PROBLEM DETAILS →
Your answer should consist of each line from the data below that contains "least".

** LISTED RECORDS follows **

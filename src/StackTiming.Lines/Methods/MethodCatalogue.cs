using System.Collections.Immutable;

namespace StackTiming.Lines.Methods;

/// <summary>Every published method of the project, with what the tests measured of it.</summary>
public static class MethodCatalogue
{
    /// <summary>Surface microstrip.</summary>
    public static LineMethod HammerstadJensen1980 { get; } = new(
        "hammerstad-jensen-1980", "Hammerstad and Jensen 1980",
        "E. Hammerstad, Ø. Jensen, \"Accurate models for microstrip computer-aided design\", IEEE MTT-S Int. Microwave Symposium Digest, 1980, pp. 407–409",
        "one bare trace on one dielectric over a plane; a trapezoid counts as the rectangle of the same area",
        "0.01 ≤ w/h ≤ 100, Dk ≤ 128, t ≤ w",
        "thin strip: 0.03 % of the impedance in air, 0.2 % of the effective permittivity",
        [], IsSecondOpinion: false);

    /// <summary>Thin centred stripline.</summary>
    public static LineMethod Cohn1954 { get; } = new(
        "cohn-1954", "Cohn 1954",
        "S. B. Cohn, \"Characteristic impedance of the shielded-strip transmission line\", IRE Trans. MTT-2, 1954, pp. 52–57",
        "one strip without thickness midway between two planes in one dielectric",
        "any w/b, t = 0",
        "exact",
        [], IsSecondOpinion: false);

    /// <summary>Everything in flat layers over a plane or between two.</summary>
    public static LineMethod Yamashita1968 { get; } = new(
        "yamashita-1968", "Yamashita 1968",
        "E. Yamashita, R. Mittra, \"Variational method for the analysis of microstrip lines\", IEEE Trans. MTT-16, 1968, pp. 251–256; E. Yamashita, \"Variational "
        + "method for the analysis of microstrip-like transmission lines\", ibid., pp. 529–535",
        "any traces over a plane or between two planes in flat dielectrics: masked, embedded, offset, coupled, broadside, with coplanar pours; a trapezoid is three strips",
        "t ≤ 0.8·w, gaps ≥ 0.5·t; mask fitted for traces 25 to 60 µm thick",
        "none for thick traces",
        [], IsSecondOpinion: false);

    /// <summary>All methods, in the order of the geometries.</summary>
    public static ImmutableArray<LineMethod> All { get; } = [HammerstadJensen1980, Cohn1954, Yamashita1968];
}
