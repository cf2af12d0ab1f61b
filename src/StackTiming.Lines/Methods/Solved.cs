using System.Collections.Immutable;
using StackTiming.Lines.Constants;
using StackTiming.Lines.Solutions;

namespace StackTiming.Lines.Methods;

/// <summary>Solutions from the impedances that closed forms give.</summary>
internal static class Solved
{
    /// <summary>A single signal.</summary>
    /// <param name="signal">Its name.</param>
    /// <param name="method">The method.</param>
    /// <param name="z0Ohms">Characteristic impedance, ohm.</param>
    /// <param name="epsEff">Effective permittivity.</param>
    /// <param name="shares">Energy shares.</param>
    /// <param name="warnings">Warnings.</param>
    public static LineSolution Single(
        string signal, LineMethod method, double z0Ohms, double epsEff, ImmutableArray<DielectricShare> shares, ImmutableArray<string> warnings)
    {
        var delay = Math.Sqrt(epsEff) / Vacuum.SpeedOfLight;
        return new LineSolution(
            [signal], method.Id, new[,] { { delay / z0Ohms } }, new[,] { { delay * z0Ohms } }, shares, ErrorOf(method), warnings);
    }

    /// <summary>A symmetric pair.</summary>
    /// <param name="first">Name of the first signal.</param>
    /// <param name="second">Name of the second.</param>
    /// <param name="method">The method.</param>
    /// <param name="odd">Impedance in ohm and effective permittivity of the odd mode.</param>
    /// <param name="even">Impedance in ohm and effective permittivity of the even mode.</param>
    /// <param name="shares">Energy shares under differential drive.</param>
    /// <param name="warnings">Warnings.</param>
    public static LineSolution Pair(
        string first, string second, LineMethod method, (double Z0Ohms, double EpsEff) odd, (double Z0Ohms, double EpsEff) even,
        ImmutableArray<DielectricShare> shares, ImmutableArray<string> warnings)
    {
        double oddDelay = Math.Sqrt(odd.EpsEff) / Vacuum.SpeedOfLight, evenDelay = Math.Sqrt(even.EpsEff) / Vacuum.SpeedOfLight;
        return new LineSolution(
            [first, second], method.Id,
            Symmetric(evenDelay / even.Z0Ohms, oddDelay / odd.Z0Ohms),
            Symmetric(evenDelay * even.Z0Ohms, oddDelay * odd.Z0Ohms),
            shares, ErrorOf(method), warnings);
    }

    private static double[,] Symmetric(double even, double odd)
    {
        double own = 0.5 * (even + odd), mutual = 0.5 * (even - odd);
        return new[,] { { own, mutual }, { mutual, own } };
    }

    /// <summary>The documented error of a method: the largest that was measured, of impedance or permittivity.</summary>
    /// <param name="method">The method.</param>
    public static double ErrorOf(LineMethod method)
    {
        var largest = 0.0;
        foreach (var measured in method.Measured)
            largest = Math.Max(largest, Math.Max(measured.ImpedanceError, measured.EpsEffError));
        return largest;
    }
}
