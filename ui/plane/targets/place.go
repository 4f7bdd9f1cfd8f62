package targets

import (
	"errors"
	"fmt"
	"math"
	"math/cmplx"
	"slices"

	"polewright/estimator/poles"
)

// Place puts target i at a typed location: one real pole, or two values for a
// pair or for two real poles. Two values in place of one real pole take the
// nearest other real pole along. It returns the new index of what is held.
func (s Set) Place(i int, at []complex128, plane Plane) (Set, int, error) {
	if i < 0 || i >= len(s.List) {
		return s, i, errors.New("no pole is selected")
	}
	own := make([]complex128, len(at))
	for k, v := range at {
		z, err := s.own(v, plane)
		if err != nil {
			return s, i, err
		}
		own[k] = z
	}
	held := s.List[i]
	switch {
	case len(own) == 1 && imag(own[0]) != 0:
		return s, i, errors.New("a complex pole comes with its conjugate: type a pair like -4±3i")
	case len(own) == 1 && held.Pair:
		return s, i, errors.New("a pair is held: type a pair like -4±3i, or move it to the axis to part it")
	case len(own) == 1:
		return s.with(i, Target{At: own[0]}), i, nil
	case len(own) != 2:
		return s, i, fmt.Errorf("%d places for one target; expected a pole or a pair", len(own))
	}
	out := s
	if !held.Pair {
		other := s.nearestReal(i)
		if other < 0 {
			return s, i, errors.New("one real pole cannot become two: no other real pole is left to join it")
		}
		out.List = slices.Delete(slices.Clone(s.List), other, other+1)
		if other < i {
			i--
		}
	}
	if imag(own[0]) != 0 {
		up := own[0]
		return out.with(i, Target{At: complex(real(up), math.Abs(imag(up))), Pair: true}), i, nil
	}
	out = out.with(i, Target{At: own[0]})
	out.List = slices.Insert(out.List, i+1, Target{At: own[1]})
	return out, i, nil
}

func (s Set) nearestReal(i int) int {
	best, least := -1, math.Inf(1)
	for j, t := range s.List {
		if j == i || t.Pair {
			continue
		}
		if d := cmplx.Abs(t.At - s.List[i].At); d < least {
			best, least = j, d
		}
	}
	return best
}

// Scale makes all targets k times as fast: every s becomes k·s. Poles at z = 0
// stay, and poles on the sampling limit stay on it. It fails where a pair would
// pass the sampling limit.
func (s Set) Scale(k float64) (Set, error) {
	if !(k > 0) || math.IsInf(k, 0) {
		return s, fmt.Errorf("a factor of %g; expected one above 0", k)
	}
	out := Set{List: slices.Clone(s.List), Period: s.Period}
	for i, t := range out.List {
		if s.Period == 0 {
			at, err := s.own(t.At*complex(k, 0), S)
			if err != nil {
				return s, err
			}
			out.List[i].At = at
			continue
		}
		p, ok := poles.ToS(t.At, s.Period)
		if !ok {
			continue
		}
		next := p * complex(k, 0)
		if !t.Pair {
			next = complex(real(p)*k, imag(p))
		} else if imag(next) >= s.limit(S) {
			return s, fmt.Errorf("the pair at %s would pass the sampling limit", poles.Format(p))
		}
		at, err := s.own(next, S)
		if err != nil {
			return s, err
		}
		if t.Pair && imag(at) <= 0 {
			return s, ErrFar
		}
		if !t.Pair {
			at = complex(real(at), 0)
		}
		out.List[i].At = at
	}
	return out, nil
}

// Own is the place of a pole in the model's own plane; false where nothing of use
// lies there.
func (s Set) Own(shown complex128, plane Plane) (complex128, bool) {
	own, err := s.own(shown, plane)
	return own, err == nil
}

** End of LISTED RECORDS **

ANSWER TO THE PROBLEM →
	best, least := -1, math.Inf(1)
		if d := cmplx.Abs(t.At - s.List[i].At); d < least {
			best, least = j, d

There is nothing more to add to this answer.